Syndrome X is a metabolic disorder that affects one out of ever four Americans and can lead to cardiovascular disease and diabetes if left untreated. Syndrome X is chiefly characterized by insulin resistance. When food is consumed by a healthy individual, the body releases insulin to escort glucose into the cells where it can be burned efficiently. When insulin resistance is present, the cells fail to recognize the glucose and deny it entry. The glucose, without a destination, is left to build up in the bloodstream. The liver detects that the cells are not getting enough glucose and pumps more out to remedy the situation, further clogging the bloodstream with sugar. Eventually all of this glucose makes its way to the liver where it is converted to fat and stored throughout the body.
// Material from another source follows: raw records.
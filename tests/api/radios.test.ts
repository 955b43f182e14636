import request from 'supertest';
import { describe, expect, it } from 'vitest';
import { Radio } from '../../server/models';
import { buildUser, call, ids, SIGNED_OUT, signIn, useApi } from '../helpers/api';
import { buildLink, buildNeighbourhood, buildNode, buildRadio, buildSite } from '../helpers/factories';

const MANAGE = 'Only admins and the operators of its neighbourhood change this radio.';
const BAND_CHANNEL = 'channel must be 1–14 on 2.4 GHz or 32 and above on 5 GHz';
const PSK = 'harbour-lights-7731-secret';
const validRadio = (nodeId: number, overrides: Record<string, unknown> = {}) => ({
  nodeId,
  iface: 'wlan1',
  band: '5',
  channel: 44,
  channelWidthMHz: 40,
  txPowerDbm: 17,
  antennaGainDbi: 19,
  role: 'backhaul-client',
  ssid: 'quayside-backhaul',
  encryption: 'wpa2-ccmp',
  preSharedKey: PSK,
  ...overrides,
});
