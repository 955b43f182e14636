import request from 'supertest';
import { QueryTypes } from 'sequelize';
import { beforeEach, describe, expect, it } from 'vitest';
import { runAlertSweep } from '../../server/jobs/alertSweep';
import { AlertPreference, Node, OperatorAssignment, Outage, Site, User } from '../../server/models';
import { buildUser, useApi, type TestContext } from '../helpers/api';
import { alertScene, outboxRows, sendOutbox, silenceCheck } from '../helpers/alertScene';
import { manualClock } from '../helpers/clock';
import { clearInbox, type FakeMail, mailTo, rawHeaders } from '../helpers/mailFake';

const clock = manualClock();
let day = 1;

/** A path with query from a link in the mail's plain-text part. */
function linkIn(mail: FakeMail, purpose: string) {
  const m = new RegExp(`https?://[^\\s]+(/api/v1/mail-links/${purpose}\\?t=[^\\s]+)`).exec(mail.text);
  if (!m) throw new Error(`no ${purpose} link in "${mail.subject}"`);
  return m[1];
}

async function offlineScene(ctx: TestContext, opts: Parameters<typeof alertScene>[1] = {}) {
  const s = await alertScene(ctx, opts);
  await s.report();
  clock.advance(181);
  await silenceCheck(ctx);
  await sendOutbox(ctx);
  return s;
}

describe('links in outage mail', () => {
  const ctx = useApi({ now: clock.now });
  beforeEach(async () => {
    clock.set(`2026-08-${String(day++).padStart(2, '0')}T12:00:00Z`);
    await clearInbox();
    await silenceCheck(ctx);
  });

  it('one-click unsubscribe works signed out (RFC 8058 headers and POST); opening the link alone changes nothing', async () => {
    const s = await offlineScene(ctx);
    const [hostMail] = await mailTo([s.host.email]);
    const source = await rawHeaders(hostMail.id);
    const header = /^List-Unsubscribe: <([^>]+)>/m.exec(source);
    expect(header).not.toBeNull();
    expect(source).toMatch(/^List-Unsubscribe-Post: List-Unsubscribe=One-Click/m);
    const path = new URL(header![1]).pathname + new URL(header![1]).search;

    const page = await request(ctx.app).get(path);
    expect(page.status).toBe(200);
    expect(page.text).toContain('<form method="post"');
    expect(await AlertPreference.findByPk(s.host.id)).toBeNull();

    const res = await request(ctx.app).post(path).type('form').send('List-Unsubscribe=One-Click');
    expect(res.status).toBe(200);
    expect(res.text).toContain('no more mail');
    expect((await AlertPreference.findByPk(s.host.id))!.hostMail).toBe(false);

    // The node recovers and drops again: the unsubscribed host hears nothing more, the operator does.
    await clearInbox();
    clock.advance(60);
    await s.report();
    clock.advance(181);
    await silenceCheck(ctx);
    await sendOutbox(ctx);
    expect(await mailTo([s.host.email])).toHaveLength(0);
    expect((await mailTo([s.operator.email])).length).toBeGreaterThan(0);
  });

  it('refuses a tampered link with 400, another purpose’s link with 400, and an expired one with 410', async () => {
    const s = await offlineScene(ctx);
    const [opMail] = await mailTo([s.operator.email]);
    const unsubscribe = linkIn(opMail, 'unsubscribe');
    const otherUser = unsubscribe.replace(/unsubscribe\.(\d+)\./, (_m, id) => `unsubscribe.${Number(id) + 1}.`);
    const res = await request(ctx.app).post(otherUser).type('form').send('List-Unsubscribe=One-Click');
    expect(res.status).toBe(400);
    expect(res.text).toContain('damaged or was changed');
    const flipped = unsubscribe.slice(0, -1) + (unsubscribe.endsWith('A') ? 'B' : 'A');
    expect((await request(ctx.app).post(flipped)).status).toBe(400);
    expect((await request(ctx.app).get('/api/v1/mail-links/unsubscribe?t=garbage')).status).toBe(400);
    expect((await request(ctx.app).get('/api/v1/mail-links/unsubscribe')).status).toBe(400);
    const asAck = linkIn(opMail, 'unsubscribe').replace('/unsubscribe?', '/acknowledge?');
    expect((await request(ctx.app).get(asAck)).status).toBe(400);
    expect(await AlertPreference.findByPk(s.operator.id)).toBeNull();

    clock.advance(ctx.config.mailLinkDays * 86_400 + 1);
    const expired = await request(ctx.app).post(unsubscribe);
    expect(expired.status).toBe(410);
    expect(expired.text).toContain('expired');
    expect(await AlertPreference.findByPk(s.operator.id)).toBeNull();
  });

  it('acknowledges through the signed link: GET only shows a confirm page, POST acknowledges and stops reminders', async () => {
    const s = await offlineScene(ctx);
    const [opMail] = await mailTo([s.operator.email]);
    const ack = linkIn(opMail, 'acknowledge');
    const outage = (await Outage.findOne({ where: { nodeId: s.node.id, endedAt: null } }))!;

    const confirm = await request(ctx.app).get(ack);
    expect(confirm.status).toBe(200);
    expect(confirm.text).toContain('Acknowledge outage');
    expect((await outage.reload()).acknowledgedAt).toBeNull();

    const done = await request(ctx.app)
      .post('/api/v1/mail-links/acknowledge')
      .type('form')
      .send({ t: new URL(`http://x${ack}`).searchParams.get('t') });
    expect(done.status).toBe(200);
    await outage.reload();
    expect(outage.acknowledgedBy).toBe(s.operator.id);
    expect(outage.acknowledgedAt!.toISOString()).toBe(clock.now().toISOString());
    clock.advance(ctx.config.reminderIntervalS * 2);
    await runAlertSweep(ctx.sequelize, ctx.config, clock.now());
    expect((await outboxRows(ctx, s.node.id)).filter((r) => r.kind === 'node-reminder')).toHaveLength(0);
  });

  it('refuses the acknowledge link of an operator no longer assigned to the neighbourhood (403)', async () => {
    const s = await offlineScene(ctx);
    const [opMail] = await mailTo([s.operator.email]);
    await OperatorAssignment.destroy({ where: { userId: s.operator.id } });
    const res = await request(ctx.app).post(linkIn(opMail, 'acknowledge'));
    expect(res.status).toBe(403);
    expect(res.text).toContain('no longer an operator');
  });

  it('changes preferences through the signed link without signing in', async () => {
    const s = await offlineScene(ctx);
    const [opMail] = await mailTo([s.operator.email]);
    const prefs = linkIn(opMail, 'preferences');
    const form = await request(ctx.app).get(prefs);
    expect(form.status).toBe(200);
    expect(form.text).toContain('value="hourly"');
    const t = new URL(`http://x${prefs}`).searchParams.get('t');
    const saved = await request(ctx.app).post('/api/v1/mail-links/preferences').type('form').send({ t, operatorMode: 'hourly' });
    expect(saved.status).toBe(200);
    expect((await AlertPreference.findByPk(s.operator.id))!.operatorMode).toBe('hourly');
    const bad = await request(ctx.app).post('/api/v1/mail-links/preferences').type('form').send({ t, operatorMode: 'sometimes' });
    expect(bad.status).toBe(400);
    expect(bad.text).toContain('operatorMode must be immediate, hourly or off');
  });

  it('strips CR/LF from names in headers: no injected header, no extra recipient', async () => {
    const s = await alertScene(ctx, { nodeName: `relay-${day}\r\nBcc: intruder@evil.test`, hostName: 'Eve\r\nBcc: intruder@evil.test' });
    const sneaky = await buildUser({ role: 'operator' });
    await User.update({ email: `sneaky-${day}@example.test\r\nbcc: intruder@evil.test` }, { where: { id: sneaky.id } });
    await OperatorAssignment.create({ userId: sneaky.id, neighbourhoodId: s.hood.id });
    await s.report();
    clock.advance(181);
    await silenceCheck(ctx);
    await sendOutbox(ctx);
    expect(await mailTo(['intruder@evil.test'])).toHaveLength(0);
    const mail = await mailTo([s.host.email, s.operator.email]);
    expect(mail).toHaveLength(2);
    for (const m of mail) {
      const headers = await rawHeaders(m.id);
      expect(headers).not.toMatch(/^Bcc:/im);
      expect(headers.split(/\r?\n/).filter((l) => /^To:/i.test(l))).toHaveLength(1);
      expect(m.subject).not.toMatch(/[\r\n]/);
      expect(m.subject).toContain('Bcc: intruder@evil.test'); // kept as harmless text on one line
    }
    // The address with a line break is refused outright: nothing is written for it.
    const [{ n }] = await ctx.sequelize.query<{ n: string }>('SELECT count(*) AS n FROM outbox WHERE recipient_user_id = $1', {
      bind: [sneaky.id],
      type: QueryTypes.SELECT,
    });
    expect(Number(n)).toBe(0);
  });

  it('escapes names from the database in the HTML part', async () => {
    const s = await alertScene(ctx, { nodeName: `<script>alert(${day})</script>`, siteName: '<img src=x onerror=alert(1)>', hostName: '<b>Mallory</b>' });
    await Site.update({ accessNotes: '<script>steal()</script>' }, { where: { id: s.site.id } });
    await s.report();
    clock.advance(181);
    await silenceCheck(ctx);
    await sendOutbox(ctx);
    const mail = await mailTo([s.host.email, s.operator.email]);
    expect(mail).toHaveLength(2);
    for (const m of mail) {
      expect(m.html).not.toMatch(/<script|<img|<b>Mallory/i);
      expect(m.html).toContain('&lt;script&gt;alert(');
    }
    expect(mail.find((m) => m.to[0].address === s.host.email)!.html).toContain('&lt;img src=x onerror=alert(1)&gt;');
    expect((await Node.findByPk(s.node.id))!.state).toBe('offline');
  });
});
While weight gain due to insulin resistance is not necessarily caused by overeating, insulin resistance is caused by obesity, lack of exercise and diets high in carbohydrates. If you suspect that you might be insulin resistant, see your doctor for a simple test. Early detection could not only be the key to your weight loss, but also important in avoiding cardiovascular disease and diabetes in the future.

3. Stress

Are you plagued by stress on a daily basis? Even little stressors have the ability to add unwanted pounds to your body, thanks to a physiological response called "fight or flight". Back in the days of our ancestral hunters and gathers, fight or flight was necessary for survival. When facing down an angry bear, the body would increase its production of the hormones adrenaline and cortisol to provide the hunter extra energy to battle his prey. After the immediate danger was over, the body would stop producing adrenaline but would continue to pump out cortisol. The cortisol served to stimulate insulin release and maintain the blood sugar levels resulting in an intense hunger. All of this was necessary for our ancient ancestor's survival, however today we rarely have the need for such drastic responses.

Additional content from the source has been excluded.